Exercise directions: Every line containing the string "open" is to be copied from the records.

Material provided:
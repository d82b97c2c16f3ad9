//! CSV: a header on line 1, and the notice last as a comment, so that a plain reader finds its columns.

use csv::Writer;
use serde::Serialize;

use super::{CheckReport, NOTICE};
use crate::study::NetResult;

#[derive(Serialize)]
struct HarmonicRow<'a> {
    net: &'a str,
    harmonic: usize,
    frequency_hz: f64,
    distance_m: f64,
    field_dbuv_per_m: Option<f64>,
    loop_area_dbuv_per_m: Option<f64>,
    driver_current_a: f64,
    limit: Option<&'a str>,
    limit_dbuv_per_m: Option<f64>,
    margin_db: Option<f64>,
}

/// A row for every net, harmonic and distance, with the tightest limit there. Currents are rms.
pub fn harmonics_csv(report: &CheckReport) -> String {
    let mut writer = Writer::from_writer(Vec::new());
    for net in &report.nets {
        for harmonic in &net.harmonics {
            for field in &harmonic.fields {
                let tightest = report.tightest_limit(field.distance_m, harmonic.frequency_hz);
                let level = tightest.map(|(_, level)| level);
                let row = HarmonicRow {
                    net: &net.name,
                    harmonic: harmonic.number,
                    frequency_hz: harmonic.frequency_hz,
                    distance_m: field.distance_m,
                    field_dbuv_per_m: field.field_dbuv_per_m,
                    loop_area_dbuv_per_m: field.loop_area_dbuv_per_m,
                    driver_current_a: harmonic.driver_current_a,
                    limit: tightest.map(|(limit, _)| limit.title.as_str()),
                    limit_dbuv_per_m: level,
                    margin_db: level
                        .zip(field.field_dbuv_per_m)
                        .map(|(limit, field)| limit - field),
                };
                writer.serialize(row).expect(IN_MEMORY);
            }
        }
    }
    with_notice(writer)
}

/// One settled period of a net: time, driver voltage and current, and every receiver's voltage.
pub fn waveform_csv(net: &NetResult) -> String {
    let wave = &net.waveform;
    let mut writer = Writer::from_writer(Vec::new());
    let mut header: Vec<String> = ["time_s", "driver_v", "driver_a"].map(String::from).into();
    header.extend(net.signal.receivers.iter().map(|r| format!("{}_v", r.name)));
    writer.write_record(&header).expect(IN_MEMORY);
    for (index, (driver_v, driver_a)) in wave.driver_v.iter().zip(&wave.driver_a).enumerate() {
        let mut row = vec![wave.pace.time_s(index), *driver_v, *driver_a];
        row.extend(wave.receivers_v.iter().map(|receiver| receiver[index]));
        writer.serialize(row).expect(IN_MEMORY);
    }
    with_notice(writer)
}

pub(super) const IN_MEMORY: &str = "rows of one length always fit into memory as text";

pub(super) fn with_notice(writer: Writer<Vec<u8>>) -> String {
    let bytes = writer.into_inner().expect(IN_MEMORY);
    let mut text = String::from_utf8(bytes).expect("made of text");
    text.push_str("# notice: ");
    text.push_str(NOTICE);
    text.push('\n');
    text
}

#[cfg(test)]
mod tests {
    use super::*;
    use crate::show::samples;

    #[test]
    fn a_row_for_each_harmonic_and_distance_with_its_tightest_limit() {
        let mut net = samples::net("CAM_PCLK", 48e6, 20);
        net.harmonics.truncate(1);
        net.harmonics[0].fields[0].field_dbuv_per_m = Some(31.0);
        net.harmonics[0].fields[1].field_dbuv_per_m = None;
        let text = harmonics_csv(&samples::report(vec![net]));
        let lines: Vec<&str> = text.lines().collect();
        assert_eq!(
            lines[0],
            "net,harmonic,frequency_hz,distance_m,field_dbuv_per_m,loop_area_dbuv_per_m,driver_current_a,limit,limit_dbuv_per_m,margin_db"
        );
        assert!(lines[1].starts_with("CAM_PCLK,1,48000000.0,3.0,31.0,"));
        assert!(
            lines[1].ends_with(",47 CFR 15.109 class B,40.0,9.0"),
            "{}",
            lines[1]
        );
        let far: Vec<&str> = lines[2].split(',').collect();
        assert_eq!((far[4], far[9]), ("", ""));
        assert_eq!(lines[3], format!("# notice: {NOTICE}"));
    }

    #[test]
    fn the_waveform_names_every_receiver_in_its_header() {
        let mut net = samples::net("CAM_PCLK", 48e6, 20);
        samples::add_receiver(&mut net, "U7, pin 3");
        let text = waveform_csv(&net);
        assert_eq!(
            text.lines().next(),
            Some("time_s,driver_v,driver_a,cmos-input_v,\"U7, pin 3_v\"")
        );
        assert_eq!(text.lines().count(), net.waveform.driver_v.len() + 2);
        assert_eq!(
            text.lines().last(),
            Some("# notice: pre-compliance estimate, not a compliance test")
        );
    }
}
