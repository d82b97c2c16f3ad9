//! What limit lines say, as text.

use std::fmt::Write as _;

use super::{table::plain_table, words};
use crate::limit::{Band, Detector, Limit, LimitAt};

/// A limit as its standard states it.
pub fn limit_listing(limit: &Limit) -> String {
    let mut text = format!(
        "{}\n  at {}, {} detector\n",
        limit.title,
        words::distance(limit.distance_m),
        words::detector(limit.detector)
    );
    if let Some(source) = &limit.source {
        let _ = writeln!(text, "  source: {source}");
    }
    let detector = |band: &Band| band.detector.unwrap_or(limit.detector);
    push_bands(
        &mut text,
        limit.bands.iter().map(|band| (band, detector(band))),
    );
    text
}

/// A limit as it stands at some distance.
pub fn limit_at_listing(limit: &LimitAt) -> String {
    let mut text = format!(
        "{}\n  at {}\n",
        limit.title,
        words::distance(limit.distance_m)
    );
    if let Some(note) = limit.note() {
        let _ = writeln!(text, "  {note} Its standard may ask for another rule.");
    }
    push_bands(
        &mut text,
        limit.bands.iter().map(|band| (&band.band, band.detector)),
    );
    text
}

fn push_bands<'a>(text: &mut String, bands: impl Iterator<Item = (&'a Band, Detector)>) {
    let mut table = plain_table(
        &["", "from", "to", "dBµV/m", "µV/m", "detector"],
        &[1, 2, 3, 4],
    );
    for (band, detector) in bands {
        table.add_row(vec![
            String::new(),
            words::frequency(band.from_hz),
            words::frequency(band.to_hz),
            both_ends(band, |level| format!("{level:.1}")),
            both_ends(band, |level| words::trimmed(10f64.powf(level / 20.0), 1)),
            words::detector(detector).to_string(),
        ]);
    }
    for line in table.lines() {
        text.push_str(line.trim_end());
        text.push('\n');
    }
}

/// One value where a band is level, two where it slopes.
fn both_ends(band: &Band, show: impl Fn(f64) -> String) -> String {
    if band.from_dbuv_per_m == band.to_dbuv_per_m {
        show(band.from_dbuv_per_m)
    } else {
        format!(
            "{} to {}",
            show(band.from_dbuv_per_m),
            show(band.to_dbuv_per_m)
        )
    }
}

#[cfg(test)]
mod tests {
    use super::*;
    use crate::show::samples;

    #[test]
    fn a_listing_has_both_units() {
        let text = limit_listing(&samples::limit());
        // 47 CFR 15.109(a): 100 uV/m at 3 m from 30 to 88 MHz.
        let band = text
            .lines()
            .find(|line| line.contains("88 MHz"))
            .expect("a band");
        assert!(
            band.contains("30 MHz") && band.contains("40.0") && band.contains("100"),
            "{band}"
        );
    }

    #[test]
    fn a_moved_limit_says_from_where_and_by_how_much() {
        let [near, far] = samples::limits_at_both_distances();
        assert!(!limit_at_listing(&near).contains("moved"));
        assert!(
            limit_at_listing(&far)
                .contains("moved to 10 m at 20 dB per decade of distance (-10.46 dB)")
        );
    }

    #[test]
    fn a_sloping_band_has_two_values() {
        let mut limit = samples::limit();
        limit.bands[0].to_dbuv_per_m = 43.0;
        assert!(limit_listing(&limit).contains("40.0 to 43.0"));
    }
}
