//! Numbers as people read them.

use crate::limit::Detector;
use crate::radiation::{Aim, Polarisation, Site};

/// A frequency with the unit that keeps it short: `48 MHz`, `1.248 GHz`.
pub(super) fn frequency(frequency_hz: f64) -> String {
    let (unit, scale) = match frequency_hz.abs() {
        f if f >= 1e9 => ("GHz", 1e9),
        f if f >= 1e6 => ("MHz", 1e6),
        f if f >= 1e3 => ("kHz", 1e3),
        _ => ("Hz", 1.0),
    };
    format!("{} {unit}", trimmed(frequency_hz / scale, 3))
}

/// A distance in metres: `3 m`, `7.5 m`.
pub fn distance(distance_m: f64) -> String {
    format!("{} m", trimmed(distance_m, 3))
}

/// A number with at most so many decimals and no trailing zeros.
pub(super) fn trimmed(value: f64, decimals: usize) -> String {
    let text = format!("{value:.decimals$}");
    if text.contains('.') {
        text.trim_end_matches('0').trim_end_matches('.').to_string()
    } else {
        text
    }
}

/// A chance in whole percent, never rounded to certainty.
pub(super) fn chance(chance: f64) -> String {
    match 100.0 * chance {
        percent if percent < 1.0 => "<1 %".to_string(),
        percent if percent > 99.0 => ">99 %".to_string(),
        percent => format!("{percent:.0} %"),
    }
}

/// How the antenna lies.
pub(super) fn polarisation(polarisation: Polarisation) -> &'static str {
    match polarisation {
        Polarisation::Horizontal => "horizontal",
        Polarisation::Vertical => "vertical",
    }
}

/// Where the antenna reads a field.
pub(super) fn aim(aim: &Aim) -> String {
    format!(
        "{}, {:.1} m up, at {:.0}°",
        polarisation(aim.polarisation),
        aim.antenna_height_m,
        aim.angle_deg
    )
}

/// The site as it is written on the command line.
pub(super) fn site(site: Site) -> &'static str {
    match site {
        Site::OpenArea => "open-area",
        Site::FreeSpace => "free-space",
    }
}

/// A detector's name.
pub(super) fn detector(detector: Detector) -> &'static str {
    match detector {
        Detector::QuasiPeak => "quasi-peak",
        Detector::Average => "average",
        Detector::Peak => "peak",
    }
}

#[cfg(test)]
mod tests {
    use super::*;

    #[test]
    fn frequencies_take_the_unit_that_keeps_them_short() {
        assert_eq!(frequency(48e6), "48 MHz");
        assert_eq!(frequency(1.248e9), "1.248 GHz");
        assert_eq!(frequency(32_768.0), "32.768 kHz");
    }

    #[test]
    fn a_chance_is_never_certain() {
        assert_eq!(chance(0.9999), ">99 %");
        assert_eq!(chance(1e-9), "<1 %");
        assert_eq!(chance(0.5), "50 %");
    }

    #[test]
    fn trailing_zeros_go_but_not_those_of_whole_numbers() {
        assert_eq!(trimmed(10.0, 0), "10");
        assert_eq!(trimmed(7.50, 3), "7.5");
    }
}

---

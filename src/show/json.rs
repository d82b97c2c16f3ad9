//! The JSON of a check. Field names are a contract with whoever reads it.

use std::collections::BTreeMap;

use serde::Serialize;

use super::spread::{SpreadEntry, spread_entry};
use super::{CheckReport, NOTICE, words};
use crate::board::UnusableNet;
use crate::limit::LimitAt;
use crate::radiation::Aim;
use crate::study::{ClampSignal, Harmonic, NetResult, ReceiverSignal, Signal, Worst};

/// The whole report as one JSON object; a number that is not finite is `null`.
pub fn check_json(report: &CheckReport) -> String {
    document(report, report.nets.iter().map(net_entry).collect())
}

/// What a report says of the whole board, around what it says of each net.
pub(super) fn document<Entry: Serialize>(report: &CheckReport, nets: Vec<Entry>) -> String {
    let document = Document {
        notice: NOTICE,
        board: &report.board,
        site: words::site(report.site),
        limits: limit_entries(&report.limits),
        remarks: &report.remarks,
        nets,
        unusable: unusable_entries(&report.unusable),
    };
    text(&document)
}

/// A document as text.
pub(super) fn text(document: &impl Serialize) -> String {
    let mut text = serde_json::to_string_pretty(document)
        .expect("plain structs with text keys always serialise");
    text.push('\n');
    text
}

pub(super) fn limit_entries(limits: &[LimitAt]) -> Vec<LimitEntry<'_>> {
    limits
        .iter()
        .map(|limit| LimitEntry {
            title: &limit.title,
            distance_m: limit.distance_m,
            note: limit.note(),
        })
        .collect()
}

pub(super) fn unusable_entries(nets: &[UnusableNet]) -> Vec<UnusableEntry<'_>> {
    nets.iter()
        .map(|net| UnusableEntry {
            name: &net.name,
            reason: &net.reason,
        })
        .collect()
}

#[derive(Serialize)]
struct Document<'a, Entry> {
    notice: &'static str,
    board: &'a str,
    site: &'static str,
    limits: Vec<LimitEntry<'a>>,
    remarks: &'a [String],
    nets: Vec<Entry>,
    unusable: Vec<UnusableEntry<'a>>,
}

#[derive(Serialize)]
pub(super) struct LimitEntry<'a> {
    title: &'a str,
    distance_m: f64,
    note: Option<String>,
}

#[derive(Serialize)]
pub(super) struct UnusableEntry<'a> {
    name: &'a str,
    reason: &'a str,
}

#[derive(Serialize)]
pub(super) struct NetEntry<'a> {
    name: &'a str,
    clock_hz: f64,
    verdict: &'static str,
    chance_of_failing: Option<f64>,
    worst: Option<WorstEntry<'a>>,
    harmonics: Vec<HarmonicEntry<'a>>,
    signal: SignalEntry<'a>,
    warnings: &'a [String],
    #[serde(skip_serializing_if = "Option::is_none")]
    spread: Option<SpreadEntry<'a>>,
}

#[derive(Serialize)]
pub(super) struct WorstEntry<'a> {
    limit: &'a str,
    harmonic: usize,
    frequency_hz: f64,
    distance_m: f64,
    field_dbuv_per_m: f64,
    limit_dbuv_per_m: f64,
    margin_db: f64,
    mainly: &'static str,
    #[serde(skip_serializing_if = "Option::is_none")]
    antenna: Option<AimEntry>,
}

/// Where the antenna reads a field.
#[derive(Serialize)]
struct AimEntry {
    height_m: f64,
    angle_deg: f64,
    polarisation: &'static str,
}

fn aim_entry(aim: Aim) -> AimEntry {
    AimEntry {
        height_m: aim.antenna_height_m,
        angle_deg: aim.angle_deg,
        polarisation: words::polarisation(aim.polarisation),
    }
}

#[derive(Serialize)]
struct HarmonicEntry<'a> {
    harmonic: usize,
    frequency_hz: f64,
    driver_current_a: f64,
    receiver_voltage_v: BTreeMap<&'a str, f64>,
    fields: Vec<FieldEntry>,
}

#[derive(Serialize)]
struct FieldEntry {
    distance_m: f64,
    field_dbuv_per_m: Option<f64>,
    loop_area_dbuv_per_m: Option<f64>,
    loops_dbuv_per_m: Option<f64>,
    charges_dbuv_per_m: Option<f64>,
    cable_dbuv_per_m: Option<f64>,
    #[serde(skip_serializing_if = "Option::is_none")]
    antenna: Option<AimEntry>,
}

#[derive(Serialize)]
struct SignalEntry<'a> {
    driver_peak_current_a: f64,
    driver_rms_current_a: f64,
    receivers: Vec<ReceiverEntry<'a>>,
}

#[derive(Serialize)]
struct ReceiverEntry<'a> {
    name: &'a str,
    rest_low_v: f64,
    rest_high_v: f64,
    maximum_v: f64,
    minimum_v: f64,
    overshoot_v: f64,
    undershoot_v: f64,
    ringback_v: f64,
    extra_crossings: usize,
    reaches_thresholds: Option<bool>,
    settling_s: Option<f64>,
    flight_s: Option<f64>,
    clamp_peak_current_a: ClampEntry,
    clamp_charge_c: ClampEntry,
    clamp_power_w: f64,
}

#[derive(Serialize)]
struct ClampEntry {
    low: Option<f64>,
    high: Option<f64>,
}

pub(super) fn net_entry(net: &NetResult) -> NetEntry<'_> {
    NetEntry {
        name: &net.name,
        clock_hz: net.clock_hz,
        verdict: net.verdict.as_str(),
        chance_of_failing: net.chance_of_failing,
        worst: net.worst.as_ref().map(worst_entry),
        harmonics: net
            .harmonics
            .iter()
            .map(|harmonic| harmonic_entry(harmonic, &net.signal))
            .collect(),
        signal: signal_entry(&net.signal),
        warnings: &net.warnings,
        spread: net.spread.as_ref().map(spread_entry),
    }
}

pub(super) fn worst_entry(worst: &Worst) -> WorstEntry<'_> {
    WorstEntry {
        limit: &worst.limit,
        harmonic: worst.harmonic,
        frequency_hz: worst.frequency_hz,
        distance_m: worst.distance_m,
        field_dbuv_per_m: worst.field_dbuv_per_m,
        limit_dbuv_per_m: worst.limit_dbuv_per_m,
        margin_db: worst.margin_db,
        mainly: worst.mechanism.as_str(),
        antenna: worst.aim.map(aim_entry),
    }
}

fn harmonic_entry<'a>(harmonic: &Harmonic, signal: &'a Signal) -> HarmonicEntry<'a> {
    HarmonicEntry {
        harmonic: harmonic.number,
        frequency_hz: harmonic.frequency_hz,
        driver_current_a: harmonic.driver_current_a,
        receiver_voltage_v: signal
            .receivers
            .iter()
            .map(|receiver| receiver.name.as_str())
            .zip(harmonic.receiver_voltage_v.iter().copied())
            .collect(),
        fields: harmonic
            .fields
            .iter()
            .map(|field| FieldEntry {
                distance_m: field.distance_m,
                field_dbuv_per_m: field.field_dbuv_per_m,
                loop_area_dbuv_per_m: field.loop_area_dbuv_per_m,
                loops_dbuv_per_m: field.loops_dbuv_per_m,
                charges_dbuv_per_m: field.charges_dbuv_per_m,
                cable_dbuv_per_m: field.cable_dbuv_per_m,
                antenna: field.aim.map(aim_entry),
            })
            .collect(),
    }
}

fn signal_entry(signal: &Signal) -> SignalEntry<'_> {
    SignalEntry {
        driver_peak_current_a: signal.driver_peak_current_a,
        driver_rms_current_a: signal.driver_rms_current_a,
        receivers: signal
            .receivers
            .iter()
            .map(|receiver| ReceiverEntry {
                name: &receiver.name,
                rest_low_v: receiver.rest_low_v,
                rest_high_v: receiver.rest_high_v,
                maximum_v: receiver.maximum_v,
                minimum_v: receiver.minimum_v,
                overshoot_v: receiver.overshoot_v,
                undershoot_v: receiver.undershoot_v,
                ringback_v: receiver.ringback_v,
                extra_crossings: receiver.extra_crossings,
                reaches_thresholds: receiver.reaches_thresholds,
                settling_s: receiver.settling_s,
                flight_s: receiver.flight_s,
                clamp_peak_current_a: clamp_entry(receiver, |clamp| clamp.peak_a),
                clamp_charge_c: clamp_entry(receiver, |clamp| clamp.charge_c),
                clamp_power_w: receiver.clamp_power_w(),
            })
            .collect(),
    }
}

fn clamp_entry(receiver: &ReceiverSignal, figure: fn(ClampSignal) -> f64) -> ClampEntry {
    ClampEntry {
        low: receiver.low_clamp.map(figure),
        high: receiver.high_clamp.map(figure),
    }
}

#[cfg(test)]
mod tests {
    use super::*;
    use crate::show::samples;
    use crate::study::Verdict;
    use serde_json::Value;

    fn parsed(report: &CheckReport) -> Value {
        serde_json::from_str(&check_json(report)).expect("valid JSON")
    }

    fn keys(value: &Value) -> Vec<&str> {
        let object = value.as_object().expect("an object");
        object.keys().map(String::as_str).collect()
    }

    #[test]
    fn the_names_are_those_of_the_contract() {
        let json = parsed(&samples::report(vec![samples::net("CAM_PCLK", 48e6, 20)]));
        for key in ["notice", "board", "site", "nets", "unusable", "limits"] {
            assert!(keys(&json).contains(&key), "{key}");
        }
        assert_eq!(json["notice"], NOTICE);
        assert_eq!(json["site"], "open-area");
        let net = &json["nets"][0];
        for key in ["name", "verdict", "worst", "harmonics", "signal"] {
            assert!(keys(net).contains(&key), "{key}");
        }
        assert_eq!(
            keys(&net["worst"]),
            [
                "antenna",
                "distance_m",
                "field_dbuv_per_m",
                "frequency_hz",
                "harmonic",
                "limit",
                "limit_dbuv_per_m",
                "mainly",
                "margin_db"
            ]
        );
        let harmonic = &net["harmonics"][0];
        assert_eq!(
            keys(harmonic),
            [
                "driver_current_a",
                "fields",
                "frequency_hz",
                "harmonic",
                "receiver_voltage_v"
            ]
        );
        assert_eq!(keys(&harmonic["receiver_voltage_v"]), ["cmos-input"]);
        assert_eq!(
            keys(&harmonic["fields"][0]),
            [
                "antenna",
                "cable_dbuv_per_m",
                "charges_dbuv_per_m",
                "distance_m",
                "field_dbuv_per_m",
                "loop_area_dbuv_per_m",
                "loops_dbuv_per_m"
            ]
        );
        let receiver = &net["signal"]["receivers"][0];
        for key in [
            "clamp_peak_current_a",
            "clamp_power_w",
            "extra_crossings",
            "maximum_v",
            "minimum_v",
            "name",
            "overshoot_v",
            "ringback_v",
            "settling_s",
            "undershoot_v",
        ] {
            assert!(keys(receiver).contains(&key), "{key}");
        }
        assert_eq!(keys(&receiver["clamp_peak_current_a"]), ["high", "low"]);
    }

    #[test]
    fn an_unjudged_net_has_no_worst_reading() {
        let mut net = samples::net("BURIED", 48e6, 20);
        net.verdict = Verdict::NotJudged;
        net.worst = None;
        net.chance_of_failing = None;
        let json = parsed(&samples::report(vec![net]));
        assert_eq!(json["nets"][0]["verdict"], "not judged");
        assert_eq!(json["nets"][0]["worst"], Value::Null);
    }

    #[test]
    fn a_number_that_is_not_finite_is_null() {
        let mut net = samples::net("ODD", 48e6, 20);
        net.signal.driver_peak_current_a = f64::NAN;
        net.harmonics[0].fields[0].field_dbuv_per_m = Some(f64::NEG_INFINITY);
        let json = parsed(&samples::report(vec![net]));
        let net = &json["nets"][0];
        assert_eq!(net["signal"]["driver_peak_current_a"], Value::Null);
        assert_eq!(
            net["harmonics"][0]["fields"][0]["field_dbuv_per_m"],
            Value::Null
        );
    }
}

Problem solution:
        Site::OpenArea => "open-area",
        assert_eq!(json["site"], "open-area");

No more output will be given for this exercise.